Since publication, we probably should add Uncut Gems, The Florida Project, maybe Waves, Honey Boy or anything else in the A24 catalog.
This is all well and good, but Neon-Neo Realism borrows as much from Roberto Rossellini as it does from Harmony Korine. That is, the American traditions from which it draws are not the same homespun and naturalistic styles that surface in movies like Kelly Reichardt’s Wendy and Lucy (2008).
Since the Great Recession, Reichardt has gone on to make several more films, like 2013’s Night Moves. Jeff Nichols has made Take Shelter (2011) and Mud (2012). Debra Granik had Winter’s Bone (2010) and Leave No Trace (2018). If you permit me to include period pieces: Paul Dano’s Wildlife (2018).
What unites this list of films is that they are not neon-soaked and stylized dramas overflowing with sultry synthesizes and digital cinematography. Instead, what unites them are,
- Aspects of slow cinema: they are naturalistic, observational films with meandering narratives.
- They are romantic, in that they exalt America’s natural beauty, and sometimes veer away from realism to convey powerful emotion.
- They are American; the films have distinct geographies – and often a regional focus across a filmography: Reichardt filming in the Pacific Northwest, Nichols around Arkansas, e.g.. Moreover, they tell American stories, of outlaws on the banks of the Mississippi, hobos along Oregon’s coast, paranoid men obsessed with survival – individualistic stories about life on contemporary “frontiers.”

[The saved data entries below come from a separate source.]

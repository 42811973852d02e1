// Temporary files are made beside their target and never left behind
// (formats/temp_files.h): a merge stopped with SIGTERM removes its copy at
// once; one killed with SIGKILL leaves it until the camp file's next opening,
// which removes it. Sources: POSIX signal semantics (SIGTERM can be caught,
// SIGKILL cannot: IEEE Std 1003.1, <signal.h>), and SQLite documentation
// "Atomic Commit In SQLite" (a killed writer leaves the file as of its last
// commit, which PRAGMA integrity_check confirms).
#include <gtest/gtest.h>
#include <signal.h>
#include <sys/wait.h>
#include <unistd.h>

#include <chrono>
#include <filesystem>
#include <random>
#include <thread>

#include "formats/temp_files.h"
#include "merge_test_support.h"
#include "storage/merge.h"

using namespace cairn::store;
using namespace cairn::store::testing;
namespace fs = std::filesystem;

namespace {

// Every temporary name (".tmp-") in FOLDER and its subfolders.
std::vector<std::string> leftovers(const fs::path& folder) {
  std::vector<std::string> out;
  for (const auto& e : fs::recursive_directory_iterator(folder))
    if (e.path().filename().string().find(".tmp-") != std::string::npos) out.push_back(e.path().string());
  return out;
}

// A tablet with enough records that merging it takes a while.
std::string busy_tablet(Camp& c) {
  const std::string a = c.tablet("tabletA.cairn");
  Project t = Project::open(a, device(kTabletA, "tablet A"));
  t.write([&] {
    for (int i = 0; i < 300; ++i) {
      Station s;
      s.code = "A" + std::to_string(i);
      s.lat = 46.5 + i * 1e-4;
      s.lon = 14.9;
      add(t, s);
    }
  });
  return a;
}

// Runs a merge in a child process that sends itself SIG once the merge has
// begun (its copy of the source exists); returns the child's wait status.
int merge_and_signal(const std::string& camp, const std::string& src, int sig) {
  const pid_t pid = fork();
  if (pid == 0) {
    try {
      Project p = Project::open(camp, device(kCampDevice, "camp laptop"));
      MergeOptions o;
      o.progress = [&](const MergeProgress& pr) {
        if (pr.done >= 100) raise(sig);
      };
      merge_files(p, {src}, o);
    } catch (...) {
      _exit(3);
    }
    _exit(0);
  }
  int status = 0;
  waitpid(pid, &status, 0);
  return status;
}

}  // namespace

TEST(Leftovers, TempPathIsBesideItsTargetAndGoneWithIt) {
  TempDir d;
  const std::string target = d.file("camp.cairn");
  std::string p;
  {
    cairn::formats::TempPath t(target);
    p = t.path();
    EXPECT_EQ(fs::path(p).parent_path(), fs::path(target).parent_path());
    write_file(p, "x");
    write_file(p + "-wal", "x");
  }
  EXPECT_FALSE(fs::exists(p));
  EXPECT_FALSE(fs::exists(p + "-wal"));
}

TEST(Leftovers, AMergeStoppedWithSigtermRemovesItsCopyAtOnce) {
  Camp c;
  const std::string a = busy_tablet(c);
  const std::string before = dump(c.camp);
  const int status = merge_and_signal(c.camp, a, SIGTERM);
  ASSERT_TRUE(WIFSIGNALED(status)) << "status " << status;
  EXPECT_EQ(WTERMSIG(status), SIGTERM);
  EXPECT_EQ(leftovers(c.dir.path()), std::vector<std::string>{});
  EXPECT_EQ(dump(c.camp), before);  // all or nothing
}

TEST(Leftovers, AMergeKilledWithSigkillLeavesNothingAfterTheNextOpening) {
  Camp c;
  const std::string a = busy_tablet(c);
  // Killed where the copy certainly exists, then at random moments.
  int status = merge_and_signal(c.camp, a, SIGKILL);
  ASSERT_TRUE(WIFSIGNALED(status));
  EXPECT_FALSE(leftovers(c.dir.path()).empty()) << "SIGKILL cannot be caught: the copy is still there";
  std::mt19937 gen(20251203);
  for (int round = 0; round < 8; ++round) {
    const pid_t pid = fork();
    if (pid == 0) {
      try {
        Project p = Project::open(c.camp, device(kCampDevice, "camp laptop"));
        for (;;) merge_files(p, {a});
      } catch (...) {
        _exit(3);
      }
    }
    std::this_thread::sleep_for(std::chrono::milliseconds(std::uniform_int_distribution<int>(5, 300)(gen)));
    kill(pid, SIGKILL);
    waitpid(pid, &status, 0);
  }
  {
    Project p = Project::open(c.camp, device(kCampDevice, "camp laptop"));
    EXPECT_TRUE(p.integrity_check().empty());
  }
  EXPECT_EQ(leftovers(c.dir.path()), std::vector<std::string>{});
}
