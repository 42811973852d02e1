// formats/json.h against the standard RFC 8259 (The JSON Data Interchange Format):
// section 7 (strings: quotation mark, reverse solidus and control characters
// U+0000..U+001F must be escaped; the two-character forms \" \\ \b \f \n \r \t
// may be used), section 6 (numbers: no NaN or Infinity, so those become null),
// sections 4-5 (objects and arrays, members separated by commas).
#include <gtest/gtest.h>

#include <cmath>
#include <optional>
#include <sstream>

#include "formats/json.h"

using cairn::formats::flat_json_object;
using cairn::formats::JsonWriter;

TEST(JsonWriter, EscapesStringsPerRfc8259) {
  EXPECT_EQ(JsonWriter::escape("plain"), "plain");
  EXPECT_EQ(JsonWriter::escape("a\"b"), "a\\\"b");
  EXPECT_EQ(JsonWriter::escape("a\\b"), "a\\\\b");
  EXPECT_EQ(JsonWriter::escape("\n\r\t\b\f"), "\\n\\r\\t\\b\\f");
  EXPECT_EQ(JsonWriter::escape(std::string("\x01\x1f", 2)), "\\u0001\\u001f");
  EXPECT_EQ(JsonWriter::escape(std::string("\0", 1)), "\\u0000");
  EXPECT_EQ(JsonWriter::escape("Fernández 10.5°"), "Fernández 10.5°");  // UTF-8 passes through
}

TEST(JsonWriter, NestsWithCommasAndNulls) {
  std::ostringstream s;
  JsonWriter j(s);
  j.begin_object();
  j.key("dip").value(10.5);
  j.key("cone").value(std::optional<double>{});
  j.key("nan").value(std::nan(""));
  j.key("inf").value(INFINITY);
  j.key("ok").value(true);
  j.key("n").value(3);
  j.key("list").begin_array();
  j.begin_object().key("a").value("x").end_object();
  j.value(-0.0);
  j.array(std::vector<double>{1, 2.25});
  j.end_array();
  j.key("empty").begin_object().end_object();
  j.end_object();
  EXPECT_EQ(s.str(),
            "{\"dip\":10.5,\"cone\":null,\"nan\":null,\"inf\":null,\"ok\":true,\"n\":3,"
            "\"list\":[{\"a\":\"x\"},0,[1,2.25]],\"empty\":{}}");
}

TEST(JsonWriter, TwelveSignificantDigitsByDefault) {
  std::ostringstream s;
  JsonWriter j(s);
  j.begin_array().value(10.519940383).value(1.0 / 3.0).value(5200000.123456).end_array();
  EXPECT_EQ(s.str(), "[10.519940383,0.333333333333,5200000.12346]");
}

// RFC 8259 section 8.1: JSON text exchanged between systems is UTF-8. Text from a
// file that is not valid UTF-8 (here Latin-1 "é", 0xE9, and a lone continuation
// byte) must not make the output invalid: each bad byte becomes U+FFFD (the
// replacement character, The Unicode Standard, section 3.9, "U+FFFD Substitution").
TEST(JsonWriter, InvalidUtf8BecomesReplacementCharacter) {
  EXPECT_EQ(JsonWriter::escape(std::string("caf\xe9", 4)), "caf\xef\xbf\xbd");
  EXPECT_EQ(JsonWriter::escape(std::string("a\x80z", 3)), "a\xef\xbf\xbdz");
  EXPECT_EQ(JsonWriter::quote("x"), "\"x\"");
}

// RFC 8259 section 7: "\r" is carriage return and "\u0001" is U+0001 inside a
// string; an audit row written by SQLite's json_object (SQLite documentation,
// "JSON Functions") must read back with both intact.
TEST(FlatJsonObject, ReadsEscapesAsRfc8259Defines) {
  auto m = flat_json_object(R"({"notes":"a\rb\u0001c\u00e9","dip":40.5,"unit":null,"ok":true})");
  EXPECT_EQ(m["notes"], std::string("a\rb\x01"
                                    "c\xc3\xa9"));
  EXPECT_EQ(m["dip"], "40.5");
  EXPECT_EQ(m["unit"], "");
  EXPECT_EQ(m["ok"], "true");
}

TEST(FlatJsonObject, RefusesWhatIsNotOneObject) {
  EXPECT_TRUE(flat_json_object("[1,2]").empty());
  EXPECT_TRUE(flat_json_object("{\"a\":").empty());
  EXPECT_TRUE(flat_json_object(std::string(100, '{')).empty());
  EXPECT_TRUE(flat_json_object("{\"a\":1}", 3).empty());  // over the size bound
}
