// Tablet B (magnetic compass readings, no declination set), days 1-2: the Tolm
// sandstone base (contact 3), an overturned limb nobody marked.
void AreaBuilder::tablet_b_sandstone_base() {
  for (int day = 1; day <= 2; ++day) {
    Clock clk{day, 8 * 60 + 45};
    for (int i = 0; i < 15; ++i) {
      add_point(B_, C3_, trace_point(P3_, -750 + i * 105.0 + (day - 1) * 50.0), clk, MT_, 3, 5);
      clk.minute += 6;
    }
    for (int i = 1; i <= 8; ++i) {
      const int k = (day - 1) * 8 + i;
      const std::string code = "MT-" + geo::format_decimal("%02.0f", k);
      // PLANTED: overturned limb: the younger sandstone lies on the lower side of the
      // contact (west), the conglomerate on its upper side (east).
      const bool above = k % 2 == 0;
      const Pos sp = beside(P3_, -700 + (k - 1) * 95.0, above, 40, 160);
      clk.minute += 15;
      const store::Station& st = add_station(B_, code, sp.e, sp.n, above ? "Tc" : "Ts", clk, MT_);
      const Plane bed = noisy(rng_, P3_.true_plane, kSigma);
      // PLANTED (k = 4 and 11): read off the compass (magnetic) but recorded as true north.
      const store::North bed_north = (k == 4 || k == 11) ? store::North::True : store::North::Magnetic;
      add_plane(B_, st, store::PlaneKind::Bedding, magnetic(bed), bed_north, clk, code + "a", &C3_);
      clk.minute += 4;
      add_plane(B_, st, store::PlaneKind::Joint, magnetic(noisy(rng_, k % 2 ? joint1_ : joint2_, kSigma)),
                store::North::Magnetic, clk, code + "b");
      if (k % 4 == 0) {
        const geo::Line lin = geo::line_from_rake(bed, 75);
        add_line(B_, st, store::LineKind::Lineation, {geo::wrap360(lin.trend - kDecl), lin.plunge},
                 store::North::Magnetic, clk, code + "L");
      }
    }
  }
}

// Tablet B, days 3-4: the Tolm unconformity (contact 2), whose trace is walked with
// the handheld receiver; the Brenn fault (contact 4); scattered stations in the west.
void AreaBuilder::tablet_b_unconformity_fault_and_west() {
  Clock clk{3, 9 * 60};
  for (int i = 1; i <= 12; ++i) {
    const std::string code = "MT-" + geo::format_decimal("%02.0f", 16 + i);
    const bool above = i % 2 == 0;
    const Pos sp = beside(P2_, -650 + (i - 1) * 118.0, above, 40, 200);
    clk.minute += 18;
    const store::Station& st = add_station(B_, code, sp.e, sp.n, above ? "Tc" : "Ss", clk, MT_);
    add_plane(B_, st, store::PlaneKind::Contact, magnetic(noisy(rng_, P2_.true_plane, kSigma)), store::North::Magnetic,
              clk, code + "a", &C2_);
    clk.minute += 4;
    add_plane(B_, st, above ? store::PlaneKind::Bedding : store::PlaneKind::Cleavage,
              magnetic(noisy(rng_, above ? geo::plane_from_dip_direction(285, 22) : cleavage_, kSigma)),
              store::North::Magnetic, clk, code + "b");
    clk.minute += 4;
    add_plane(B_, st, store::PlaneKind::Joint, magnetic(noisy(rng_, joint1_, kSigma)), store::North::Magnetic, clk,
              code + "c");
  }
  // Day 4: the Brenn fault along the valley floor: every point on one straight
  // line at nearly one elevation. PLANTED: too weak a geometry to fit.
  clk = Clock{4, 9 * 60};
  for (int i = 0; i < 8; ++i) {
    const double e = 700 + i * 140.0, n = -1750 + i * 50.0;
    add_point(B_, C4_, {e, n, 820.0 + 0.5 * i}, clk, MT_, 3, 5);
    clk.minute += 7;
  }
  const Plane fault = geo::plane_from_dip_direction(155, 80);
  for (int i = 1; i <= 6; ++i) {
    const std::string code = "MT-" + geo::format_decimal("%02.0f", 28 + i);
    const double e = 720 + i * 150.0 + rng_.uniform(-30, 30), n = -1700 + i * 55.0 + rng_.uniform(-30, 30);
    clk.minute += 20;
    const store::Station& st = add_station(B_, code, e, n, i % 2 ? "Sq" : "Tc", clk, MT_, "fault breccia");
    const Plane fp = noisy(rng_, fault, 3);
    add_plane(B_, st, store::PlaneKind::Fault, magnetic(fp), store::North::Magnetic, clk, code + "a");
    clk.minute += 4;
    const geo::Line sl = geo::line_from_rake(fp, 20 + rng_.uniform(-5, 5));
    add_line(B_, st, store::LineKind::Slickenline, {geo::wrap360(sl.trend - kDecl), sl.plunge}, store::North::Magnetic,
             clk, code + "K");
    add_plane(B_, st, store::PlaneKind::Joint, magnetic(noisy(rng_, joint2_, 3)), store::North::Magnetic, clk,
              code + "b");
  }
  // Scattered stations in the west (day 4 afternoon).
  clk = Clock{4, 14 * 60};
  for (int i = 1; i <= 6; ++i) {
    const std::string code = "MT-" + geo::format_decimal("%02.0f", 34 + i);
    const double e = rng_.uniform(-2400, -1500), n = rng_.uniform(-1900, -1200);
    clk.minute += 15;
    const store::Station& st = add_station(B_, code, e, n, "Hg", clk, MT_, "granite, coarse");
    add_plane(B_, st, store::PlaneKind::Joint, magnetic(noisy(rng_, joint1_, 3)), store::North::Magnetic, clk,
              code + "a");
    add_line(B_, st, store::LineKind::Lineation, {geo::wrap360(rng_.uniform(300, 330) - kDecl), rng_.uniform(5, 15)},
             store::North::Magnetic, clk, code + "L");
  }
}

- They’re white – the casts are almost entirely white, and the stories unfold in rural and suburban places with large white populations.
The late 19th/early 20th century style of American Realism share much in common – the sense of place of Steinbeck, the natural language of Twain, Jacob Riis’ clear and observational photography of the poor, and its echos in Ashcan school painting. Yet here there was also romance, reverence of nature in George Bellow’s paintings and Jack London’s writing, an American pastoralism that we see today in films like Reichardt’s First Cow (2020).
So we find ourselves naming a style through addition: let’s shepherd the works of Reichardt, Granik, and Nichols and others under the name New American Realism.